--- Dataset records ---
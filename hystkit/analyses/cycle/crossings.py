"""When a signal first reaches a level: a search that cannot step over a crossing."""

from __future__ import annotations

from typing import Any

import numpy as np
from numpy.typing import NDArray

from hystkit.analyses.cycle.motion import Motion

Array = NDArray[np.float64]

#: What is left of a move [1] that cannot be told from none.
_ROUNDING = 16 * np.finfo(float).eps


def first_reach(
    motion: Motion,
    row: NDArray[Any],
    gap: Array,
    v: NDArray[Any],
    horizon: Array,
    step: Array,
    scale: Array | float = 0.0,
) -> Array:
    r"""Find when each signal first rises to zero.

    The signal is g(t) = gap + row z(t), with z(0) = 0 and z' = v there. Where the second
    derivative stays below M from t on,

    .. math:: g(t + s) \le g + g' s + M s^2 / 2 ,

    so up to the first root of the parabola there is no crossing, and the search goes there.

    Parameters
    ----------
    motion : Motion
        Of m plants.
    row : ndarray, shape (n, m)
        Gives the signal.
    gap : ndarray, shape (m,)
        The signal at the beginning; where it is >= 0, the level is reached at once.
    v : ndarray, shape (n, m)
        Rates at the beginning.
    horizon : ndarray, shape (m,)
        Where to stop looking [s].
    step : ndarray, shape (m,)
        A time too short to matter [s].
    scale : ndarray or float, default 0
        Size of the values whose difference `gap` is.

    Returns
    -------
    ndarray, shape (m,)
        Time of the first crossing before the horizon [s], infinite where there is none.

    Notes
    -----
    Two crossings in one segment are told apart however close they lie, down to the rounding of
    the signal itself. Near a crossing M s is small against g', and the search converges as
    Newton's does, from one side; near a signal that only touches the level, it slows down.
    """
    found = np.full(gap.shape, np.inf)
    time = np.zeros(gap.shape)
    searching = np.ones(gap.shape, dtype=bool)
    here, rate = gap, v
    with np.errstate(all="ignore"):
        while True:
            stride = np.minimum(_safe(motion, row, here, rate), motion.longest)
            reached = searching & ((here >= 0) | (stride <= step))
            if reached.any():
                rests = _rests(motion, row, rate, scale + np.abs(gap - here))
                found = np.where(reached & ~rests, time, found)
            time = np.where(searching, time + stride, time)
            searching = searching & ~reached & (time < horizon)
            if not searching.any():
                return found
            gone = motion.covered(v, time)
            here = gap + (row * gone).sum(axis=0).real
            rate = v + motion.turned(gone)


def _rests(motion: Motion, row: NDArray[Any], v: NDArray[Any], scale: Array) -> NDArray[np.bool_]:
    """Tell where a signal has settled at the level itself, and only rounding takes it there."""
    left = np.abs(row * v).sum(axis=0) * motion.slowest
    return np.asarray(left < _ROUNDING * scale)


def _safe(motion: Motion, row: NDArray[Any], gap: Array, v: NDArray[Any]) -> Array:
    """Return the first root of the parabola that lies above the signal; infinite without one."""
    slope = (row * v).sum(axis=0).real
    bend = motion.bend(row, motion.turned(v))
    root = np.sqrt(slope * slope - 2 * bend * gap)
    # Either form of the root is taken where it adds, so that nothing cancels.
    return np.asarray(np.where(slope < 0, (root - slope) / bend, -2 * gap / (slope + root)))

--- Exercise requirements ---
Looking at the entries above, can you reproduce exactly the lines from the one that holds "the signal itself." through the one that holds "time = np.zeros(gap.shape)", and only those?

--- Task result ---
    the signal itself. Near a crossing M s is small against g', and the search converges as
    Newton's does, from one side; near a signal that only touches the level, it slows down.
    """
    found = np.full(gap.shape, np.inf)
    time = np.zeros(gap.shape)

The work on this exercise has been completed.